Ken Miller

No. 7, 21
- Position: Cornerback

Personal information
- Born: June 24, 1958 (age 68) Pine Bluff, Arkansas, U.S.
- Listed height: 6 ft 0 in (1.83 m)
- Listed weight: 185 lb (84 kg)

Career information
- High school: Beecher High School (MI)
- College: Eastern Michigan
- NFL draft: 1981: 7th round, 173rd overall pick

Career history
- Dallas Cowboys (1981)*; Montreal Alouettes (1981); Montreal Concordes (1982); Ottawa Rough Riders (1983–1984); Chicago Bears (1985)*; Calgary Stampeders (1985–1986);
- * Offseason or practice squad member only

= Ken Miller (American football) =

American gridiron football player (born 1958)

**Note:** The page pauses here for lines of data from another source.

def test_statistics_refuse_bad_counts():
    with pytest.raises(ValueError, match="successes"):
        wilson_interval(5, 4)
    with pytest.raises(ValueError, match="confidence"):
        wilson_interval(1, 4, confidence=1.0)
    with pytest.raises(ValueError, match="successes"):
        binomial_tail(-1, 4)


def test_knn_radii_and_precision_recall_by_hand():
    line = np.array([[0.0], [1.0], [3.0], [7.0]])
    assert knn_radii(line, k=1).tolist() == [1.0, 1.0, 2.0, 4.0]
    # fake 0.5 lies within radius 1 of real 0; fake 20 lies in no real ball (largest radius 4 around 7).
    fake = np.array([[0.5], [20.0], [2.0], [30.0]])
    precision, recall = precision_recall(line, fake, k=1)
    assert precision == 0.5
    # fake radii (k=1): 0.5 -> 1.5, 2 -> 1.5, 20 -> 10, 30 -> 10; real 0, 1, 3 are inside, 7 is not.
    assert recall == 0.75
    with pytest.raises(ValueError, match="more than k"):
        knn_radii(line[:3], k=3)


# --------------------------------------------------------------------------------------------------
# controls of the two-sample test (issue point 3)


def test_real_against_real_covers_chance(test_crops):
    crops = test_crops["car"].test
    order = np.random.default_rng(1).permutation(len(crops))
    half = len(crops) // 2
    result = two_sample_test(crops[order[:half]], crops[order[half : 2 * half]], rng=0, **FAST)
    assert result.trials == 2 * half
    assert result.low <= 0.5 <= result.high


def _hue_rotated(crops: np.ndarray, degrees: int) -> np.ndarray:
    hsv = np.stack([cv2.cvtColor(c, cv2.COLOR_RGB2HSV) for c in crops])
    hsv[..., 0] = (hsv[..., 0].astype(np.int32) + degrees // 2) % 180  # OpenCV hue runs 0..179 for 0..358 deg
    return np.stack([cv2.cvtColor(c, cv2.COLOR_HSV2RGB) for c in hsv])


@pytest.mark.parametrize("change", ["blur", "hue"])
def test_real_against_changed_copies_is_told_apart(test_crops, change):
    crops = test_crops["tractor"].test
    if change == "blur":
        changed = np.stack([cv2.GaussianBlur(c, (0, 0), 2.0) for c in crops])
    else:
        changed = _hue_rotated(crops, 90)
    result = two_sample_test(crops, changed, rng=0, **FAST)
    assert result.accuracy > 0.9
    assert result.p_value < 1e-6


def test_two_sample_test_is_deterministic_and_checks_input(test_crops):
    crops = test_crops["works_trailer"].test
    a = two_sample_test(crops[:16], crops[16:32], rng=3, folds=2, epochs=2)
    b = two_sample_test(crops[:16], crops[16:32], rng=3, folds=2, epochs=2)
    assert a.to_dict() == b.to_dict()
    assert np.array_equal(a.score_b, b.score_b)
    with pytest.raises(ValueError, match="at least 5 crops"):
        two_sample_test(crops[:4], crops[4:20], rng=0)
    with pytest.raises(ValueError, match="one crop geometry"):
        two_sample_test(crops, crops[:, :16, :16], rng=0)
    with pytest.raises(ValueError, match="uint8"):
        two_sample_test(crops.astype(np.float32), crops, rng=0)


def test_repeats_average_tests_on_new_subsamples(test_crops):
    crops = test_crops["works_trailer"].test
    small, large = crops[:10], crops[10:40]
    one = two_sample_test(small, large, rng=3, folds=2, epochs=2)
    three = two_sample_test(small, large, rng=3, folds=2, epochs=2, repeats=3)
    # The first repeat is the single test (same stream of random numbers).
    assert three.accuracies[0] == one.accuracy and len(three.accuracies) == 3
    assert three.accuracy == pytest.approx(np.mean(three.accuracies))
    assert three.trials == one.trials == 20
    # Each repeat draws 10 of the 30 larger-side crops anew: together they use more than one test does.
    assert len(one.index_b) == 10 and len(three.index_b) > 10
    assert len(three.score_b) == len(three.index_b)
    assert three.to_dict()["repeats"] == list(three.accuracies)
    with pytest.raises(ValueError, match="repeats >= 1"):
        two_sample_test(small, large, rng=0, repeats=0)


def test_held_out_exemplars_separate_repetition_from_appearance(test_crops):
    # Twelve real cars, each repeated five times, against sixty other real cars: every crop is real, so
    # only the repetition differs. The plain test learns the twelve and tells them apart; with each car's
    # copies held out together (grouped cross-validation, common practice) the network meets only cars it
    # has never seen, and its accuracy falls to about chance.
    cars = test_crops["car"].test
    order = np.random.default_rng(5).permutation(len(cars))
    assert len(cars) >= 72
    repeated = np.repeat(cars[order[60:72]], 5, axis=0)
    groups = np.repeat(np.arange(12), 5).tolist()
    plain = two_sample_test(cars[order[:60]], repeated, rng=0, **FAST)
    grouped = two_sample_test(cars[order[:60]], repeated, rng=0, groups_b=groups, **FAST)
    assert plain.low > 0.5 and plain.accuracy > 0.8
    assert grouped.low <= 0.5 <= grouped.high and grouped.accuracy < plain.accuracy - 0.2
    with pytest.raises(ValueError, match="at least 4 groups"):
        two_sample_test(cars[:60], repeated, rng=0, groups_b=[g % 3 for g in groups], **FAST)
    with pytest.raises(ValueError, match="one key per crop"):
        two_sample_test(cars[:60], repeated, rng=0, groups_b=groups[:-1], **FAST)


def test_exemplar_copies_follow_the_composites():
    train = by_class(real_instances(_seed("train")))["tractor"]
    made = [replace(t, exemplar=(t.image_id, t.annotation_id), mirrored=k % 2 == 1) for k, t in enumerate(train)]
    synthetic = [made[k % 5] for k in range(15)]  # five exemplars, three composites each
    copies, mirrored = exemplar_copies(synthetic, train, np.random.default_rng(0))
    assert [(c.image_id, c.annotation_id) for c in copies] == [s.exemplar for s in synthetic]
    assert mirrored.tolist() == [s.mirrored for s in synthetic]
    assert len({c.box for c in copies}) == 15  # no two copies share a crop
    again, _ = exemplar_copies(synthetic, train, np.random.default_rng(0))
    assert [c.box for c in again] == [c.box for c in copies]
    assert exemplar_copies(synthetic, train[1:], np.random.default_rng(0)) is None  # exemplar not in train
    assert exemplar_copies([replace(synthetic[0], exemplar=None)], train, np.random.default_rng(0)) is None


def test_jitter_has_the_stated_spread():
    rng = np.random.default_rng(1)
    boxes = np.array([jittered((100.0, 50.0, 40.0, 20.0), rng) for _ in range(4000)])
    log_scale = np.log(boxes[:, 2] / 40.0)
    assert np.allclose(np.log(boxes[:, 3] / 20.0), log_scale)  # aspect kept
    shift_x = (boxes[:, 0] + boxes[:, 2] / 2 - 120.0) / 40.0
    shift_y = (boxes[:, 1] + boxes[:, 3] / 2 - 60.0) / 20.0
    assert abs(log_scale.std() - LOG_SCALE_SD) < 0.005 and abs(log_scale.mean()) < 0.005
    assert abs(shift_x.std() - SHIFT_SD) < 0.004 and abs(shift_y.std() - SHIFT_SD) < 0.004


def test_group_folds_keep_groups_whole_and_balance_the_folds():
    keys = ["a"] * 6 + ["b"] * 5 + ["c"] * 3 + ["d"] * 3 + ["e"] * 2 + ["f"]
    folds = group_folds(keys, 3, np.random.default_rng(0))
    for key in set(keys):
        assert len({int(f) for f, k in zip(folds, keys, strict=True) if k == key}) == 1
    assert sorted(np.bincount(folds, minlength=3).tolist()) == [6, 7, 7]


# --------------------------------------------------------------------------------------------------
# controls of coverage and near-copies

Kenneth Edward Miller (born June 24, 1958) is an American former professional football cornerback in the Canadian Football League (CFL) for the Montreal Alouettes, Montreal Concordes, Ottawa Rough Riders and Calgary Stampeders. He played college football at Eastern Michigan University.

==Early life==
Miller attended Beecher High School, where he practiced football and track & field.

He accepted a football scholarship from Eastern Michigan University, where he became a two-year starter at cornerback. As a senior, he only played in four games because of an ankle injury. He registered one interception and returned 26 kickoffs for a 20.3-yard average in his college career.

==Professional career==
===Dallas Cowboys===
Miller was selected by the Dallas Cowboys in the seventh round (173rd overall) of the 1981 NFL draft. He was limited with a back injury and was waived on August 25.

===Montreal Alouettes / Concordes===
In September 1981, he signed with the Montreal Alouettes of the Canadian Football League. He played in three games during the season. In 1982, he returned to the renamed Concordes and played in 12 games as a starter at cornerback.

===Ottawa Rough Riders===
In March 1983, he was signed by the Ottawa Rough Riders of the Canadian Football League and registered two interceptions. In 1984, he was a starter at cornerback and recorded a career-high four interceptions.

===Chicago Bears===
In 1985, he was signed as a free agent by the Chicago Bears. He was limited with a groin injury and was released on August 12.

===Calgary Stampeders===
In August 1985, he signed with the Calgary Stampeders of the Canadian Football League.